You should contact the publisher first regarding the snap’s maintenance issues before bringing it up to the store.
Note that most snap publishers are doing their work as a hobby/side project, do not escalate this issue until sufficient communication effort is made.
In the meantime feel free to publish the snap using an alternative name, and request the store or instruct the user to set up a command alias using the upstream-preferred name.
Note that you can also request to become the snap’s contributor, which gives you administrative access to the snap while leaving the snap’s ownership intact.
You’ll need the original snap’s publisher to invite you from the snap’s backstage in order to do so.

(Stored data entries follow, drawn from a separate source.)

"""SMILES: one string a line, a title after it; built in three dimensions by a force field."""

from dataclasses import replace

from plumbrule_core.errors import Unreadable
from plumbrule_core.geometry.building import build, isotopes_left_out, library_refusals, sanitised
from plumbrule_core.geometry.draft import Draft, Faulty

SUFFIXES = (".smi",)
NAME = "SMILES"
LONGEST = 2000
"""Characters; longer than any species that can be calculated, short enough for the parser's stack."""


def recognises(text: str) -> bool:
    """Whether any text is there: SMILES is what remains when it is nothing else."""
    return bool(text.strip())


def read(text: str) -> tuple[Draft, ...]:
    """One species a line; raises Unreadable with every faulty line."""
    faults = Faulty()
    drafts: list[Draft] = []
    for number, line in enumerate(text.split("\n"), start=1):
        if not line.strip():
            continue
        smiles, _, title = line.strip().partition(" ")
        try:
            drafts.append(draft_of(smiles, title.strip()))
        except Unreadable as error:
            faults.add(number, str(error))
    faults.refuse()
    return tuple(drafts)


def draft_of(smiles: str, title: str = "") -> Draft:
    """The species of one SMILES string; raises Unreadable with the reason."""
    from rdkit import Chem, rdBase

    shown = smiles[:40]
    if len(smiles) > LONGEST:
        raise Unreadable(
            f"a SMILES string of {len(smiles)} characters is too long; at most {LONGEST} are read"
        )
    with rdBase.BlockLogs():
        molecule = Chem.MolFromSmiles(smiles, sanitize=False) if smiles.isascii() else None
    if molecule is None or molecule.GetNumAtoms() == 0:
        raise Unreadable(
            f"'{shown}' is neither a SMILES string (water is O, hydroxide is [OH-]) nor coordinates "
            "(one line an atom: a symbol and three numbers in angstrom)"
        )
    with library_refusals(f"SMILES {shown}"):
        draft = build(sanitised(molecule), title)
    return replace(draft, notes=isotopes_left_out(molecule) + draft.notes)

FWIW I’d attempted to take over the snap gemini (to repurpose it for the LLM) in a similar fashion several months ago now, first by contacting the original maintainer if they’d be willing to give up the name via transfer and secondly via a dispute.
Months later, I’ve not had anything back from the store team beyond an initial “we’ll look into it” (and separately I can see someone else recently is instead going for gemini-cli and using an alias as an alternative, which isn’t problematic in itself but highlights a bigger issue here).
(Name of the employee hidden, likely not their fault after all )
I think if there isn’t already an established process for these kind of situations, there really should be. I remember several years back when Popey were still working here, he’d reached out from an admin capacity asking if I were willing to give up a registered name and I said sure. Reasonably in the same situation were I MIA, I’d have agreed with it just being taken by force.
There’s a fair bit of curation stuff I’d like to see improved, and this is an example of one of them, there’s no benefit to user experience in having multiple snaps doing the same thing whilst the preferred name is unmaintained and yet people can still accidentally use it over the preferred version, or to a similar degree (in e.g., gemini case but not OP here) - misrepresenting what the typical person would expect whilst also being unmaintained!
In this case for sqlmap I’d personally be keen on the ownership being transferred forcibly if the original maintainer doesn’t respond within a suitable time frame, these instances will only get more common over time and user experience is critical IMHO, it’s a slow boiling situation that only gets worse for users over time.
Which is to say 6 years later, I still agree with comments raised here from both myself and @Lin-Buo-Ren - people should be expected to respond to at least Canonical within reasonable time frames or risk having their snaps transfered (or hidden) in the public interest.